Dove non c’è stato il Natale e dove non sta arrivando il 2025

Natale è festeggiato in più di centocinquanta paesi al mondo, non necessariamente tutti a maggioranza cristiana, eppure compaiono lo stesso presepi, alberi di Natale e luminarie di ogni forma e dimensione. La festa più tipica del mondo occidentale – e nello stesso tempo anche la più controversa manifestazione di eccessi consumistici – fa parte ormai del calendario pubblico di vari paesi. E il fatto che stia per arrivare l’anno 2025 è un’altra delle molte prevaricazioni di potere occidentali sul resto del mondo.

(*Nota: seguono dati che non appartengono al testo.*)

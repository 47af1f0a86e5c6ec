// The window of a search (passes, eclipses) and the propagation it runs on: ISO epochs -> TT,
// a reversed window refused, and (analytic models) a trajectory that meets the body within the
// window refused as /v1/track would (the numerical model checks while it integrates).
import { ProblemError, solverProblem } from '../errors.js';
import type { CentralBody } from '../solver/bodies/bodies.js';
import type { PropagationSpec } from '../solver/propagation/propagator.js';
import type { Force } from '../solver/propagation/perturbations.js';
import { propagateTrack } from '../solver/propagation/track.js';
import { checkCoverage } from '../solver/propagation/ephemeris.js';
import { epochTT } from './epoch.js';
import type { InitialState } from './orbit.js';

export interface SearchRequest {
  readonly window: { readonly start: string; readonly stop: string };
  readonly model: PropagationSpec['model'];
  readonly forces: readonly Force[];
}

/** The propagation and the TT window of a validated search request. */
export function searchWindow(req: SearchRequest, body: CentralBody, start: InitialState): { spec: PropagationSpec; startTT: number; stopTT: number } {
  const [startTT, stopTT] = [epochTT(req.window.start), epochTT(req.window.stop)];
  if (!(stopTT > startTT)) throw new ProblemError('validation-failed', 'the window stop must be after its start', { errors: [{ path: 'body.window.stop', message: 'must be after start' }] });
  const spec: PropagationSpec = {
    body, model: req.model, forces: req.forces, r0: start.r, v0: start.v, epochTT: start.epochTT,
    ...(req.model === 'sgp4' && start.sgp4 ? { sgp4: start.sgp4 } : {}),
    ...(req.model === 'ephemeris' && start.ephemeris ? { ephemeris: start.ephemeris.ephemeris } : {}),
  };
  // An ephemeris is interpolated, never extrapolated: the whole window must lie in its coverage.
  if (spec.ephemeris) {
    const covered = checkCoverage(spec.ephemeris, startTT, stopTT);
    if (!covered.ok) throw solverProblem(covered);
  }
  // sgp4 reports where the method stops inside the search (the answer keeps what came before).
  if (req.model !== 'numerical' && req.model !== 'sgp4' && req.model !== 'ephemeris') {
    const surface = propagateTrack({ ...spec, epochsTT: Float64Array.of(startTT, stopTT) });
    if (!surface.ok) throw solverProblem(surface);
  }
  return { spec, startTT, stopTT };
}
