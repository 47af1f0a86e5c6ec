// Catalogue orbits at the edge: a request's tle or omm -> the mean element set (src/formats/tle.ts,
// omm.ts), its problems -> 422 answers that name the line and columns or the keyword, and the
// SGP4 state at the element epoch where the other models start.
import { ProblemError } from '../errors.js';
import { BODIES, type CentralBody } from '../solver/bodies/bodies.js';
import { failure, success, type Outcome } from '../solver/core/result.js';
import type { Vec3 } from '../solver/core/vec3.js';
import { sgp4EpochState, sgp4MeanOrbit, type Sgp4ElementSet } from '../solver/propagation/sgp4.js';
import { SECONDS_PER_DAY } from '../solver/core/math.js';
import { formatUtcIso } from '../solver/time/time.js';
import type { MeanElementSet } from '../formats/mean-elements.js';
import { readOmm } from '../formats/omm.js';
import { readTle } from '../formats/tle.js';
import type { MeanElementsAnswer, OrbitInputFields } from '../schemas/orbit.js';

/** True when the request's orbit is a catalogue element set. */
export const isCatalogOrbit = (req: OrbitInputFields): boolean => req.tle !== undefined || req.omm !== undefined;

/** The element set of a request's tle or omm (undefined for the other inputs); a malformed one throws its 422 problem. */
export function catalogElements(req: OrbitInputFields): MeanElementSet | undefined {
  if (req.tle) {
    const r = readTle(req.tle.line1, req.tle.line2, req.tle.name);
    if (r.ok) return r.value;
    throw new ProblemError('tle-malformed', r.issues.map((i) => i.message).join('; '), {
      errors: r.issues.slice(0, 20).map((i) => ({ path: `body.tle.${i.path}`, message: i.message })),
      errorCount: r.issues.length,
    });
  }
  if (req.omm !== undefined) {
    const r = readOmm(req.omm);
    if (r.ok) return r.value;
    throw new ProblemError(r.unsupported ? 'omm-unsupported' : 'omm-malformed', r.issues.map((i) => i.message).join('; '), {
      errors: r.issues.slice(0, 20).map((i) => ({ path: `body.omm${i.path ? `.${i.path}` : ''}`, message: i.message })),
      errorCount: r.issues.length,
    });
  }
  return undefined;
}

/** The initial state of a catalogue orbit: SGP4 at the element epoch, in GCRF, and the set the sgp4 model runs from. */
export function catalogInitialState(body: CentralBody, req: OrbitInputFields, model: string): Outcome<{ r: Vec3; v: Vec3; epochTT: number; sgp4?: Sgp4ElementSet; set?: MeanElementSet }> | undefined {
  const set = catalogElements(req);
  if (!set) {
    if (model === 'sgp4') throw new ProblemError('invalid-parameter', 'model sgp4 propagates catalogue mean elements: give the orbit as tle or omm (or choose another model)');
    return undefined;
  }
  if (body !== BODIES.earth) throw new ProblemError('invalid-parameter', 'a tle or omm orbit is about the Earth: centralBody must be the built-in "earth"');
  const s = sgp4EpochState(set.sgp4);
  if (!s.ok) return s;
  if (![...s.value.r, ...s.value.v].every(Number.isFinite)) return failure('sgp4-failed', 'SGP4 gave no finite state at the element epoch');
  return success({ r: s.value.r, v: s.value.v, epochTT: set.epochTT, sgp4: set.sgp4, set });
}

/** The mean elements as given, in API units (deg, deg/s), with what the method derives from them. */
export function meanElementsAnswer(set: MeanElementSet): MeanElementsAnswer {
  const derived = sgp4MeanOrbit(set.sgp4);
  return {
    format: set.format,
    theory: 'SGP4',
    name: set.name,
    catalogNumber: set.catalogNumber,
    catalogId: set.catalogId,
    internationalDesignator: set.internationalDesignator,
    classification: set.classification,
    epoch: formatUtcIso(set.epochTT),
    meanMotion: (set.meanMotion * 360) / SECONDS_PER_DAY,
    revolutionsPerDay: set.meanMotion,
    eccentricity: set.eccentricity,
    inclination: set.inclination,
    raan: set.raan,
    argPeriapsis: set.argPerigee,
    meanAnomaly: set.meanAnomaly,
    bstar: set.bstar,
    meanMotionDot: set.meanMotionDot,
    meanMotionDdot: set.meanMotionDdot,
    elementSetNumber: set.elementSetNumber,
    revolutionNumber: set.revolutionNumber,
    semiMajorAxis: derived.semiMajorAxisKm,
    regime: derived.regime,
  };
}

/** The age of the element set at an epoch (TT), in days. */
export const elementSetAge = (set: MeanElementSet, atTT: number): { at: string; days: number } => ({ at: formatUtcIso(atTT), days: (atTT - set.epochTT) / SECONDS_PER_DAY });
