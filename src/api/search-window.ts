// The window of a search (passes, eclipses) and the propagation it runs on: ISO epochs -> TT,
// a reversed window refused, and (analytic models) a trajectory that meets the body within the
// window refused as /v1/track would (the numerical model checks while it integrates).
import { ProblemError, solverProblem } from '../errors.js';
import type { CentralBody } from '../solver/bodies/bodies.js';
import type { Vec3 } from '../solver/core/vec3.js';
import type { PropagationSpec } from '../solver/propagation/propagator.js';
import type { Force } from '../solver/propagation/perturbations.js';
import { propagateTrack } from '../solver/propagation/track.js';
import type { Sgp4ElementSet } from '../solver/propagation/sgp4.js';
import { epochTT } from './epoch.js';

export interface SearchRequest {
  readonly window: { readonly start: string; readonly stop: string };
  readonly model: PropagationSpec['model'];
  readonly forces: readonly Force[];
}

/** The propagation and the TT window of a validated search request. */
export function searchWindow(req: SearchRequest, body: CentralBody, start: { r: Vec3; v: Vec3; epochTT: number; sgp4?: Sgp4ElementSet | undefined }): { spec: PropagationSpec; startTT: number; stopTT: number } {
  const [startTT, stopTT] = [epochTT(req.window.start), epochTT(req.window.stop)];
  if (!(stopTT > startTT)) throw new ProblemError('validation-failed', 'the window stop must be after its start', { errors: [{ path: 'body.window.stop', message: 'must be after start' }] });
  const spec: PropagationSpec = { body, model: req.model, forces: req.forces, r0: start.r, v0: start.v, epochTT: start.epochTT, ...(req.model === 'sgp4' && start.sgp4 ? { sgp4: start.sgp4 } : {}) };
  // sgp4 reports where the method stops inside the search (the answer keeps what came before).
  if (req.model !== 'numerical' && req.model !== 'sgp4') {
    const surface = propagateTrack({ ...spec, epochsTT: Float64Array.of(startTT, stopTT) });
    if (!surface.ok) throw solverProblem(surface);
  }
  return { spec, startTT, stopTT };
}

Natale non solo di Jesus, ma anche pagano

Le cosiddette tradizioni natalizie restano pur sempre legate all’origine stessa della festività, che –  non bisogna dimenticare –  ha origini molto remote e pagane: la vicinanza con il solstizio d’inverno richiama il desiderio di luce nelle giornate che progressivamente si allungano e lo scambio reciproco di doni risale almeno ai Saturnalia romani. Quando nel Quarto secolo d.C., nella comunità di Antiochia, san Giovanni Crisostomo vinse le diffidenze dei conservatori fissando la ricorrenza il 25 dicembre, si unirono dunque diverse tradizioni creando un singolare intreccio di antropogia delle religioni.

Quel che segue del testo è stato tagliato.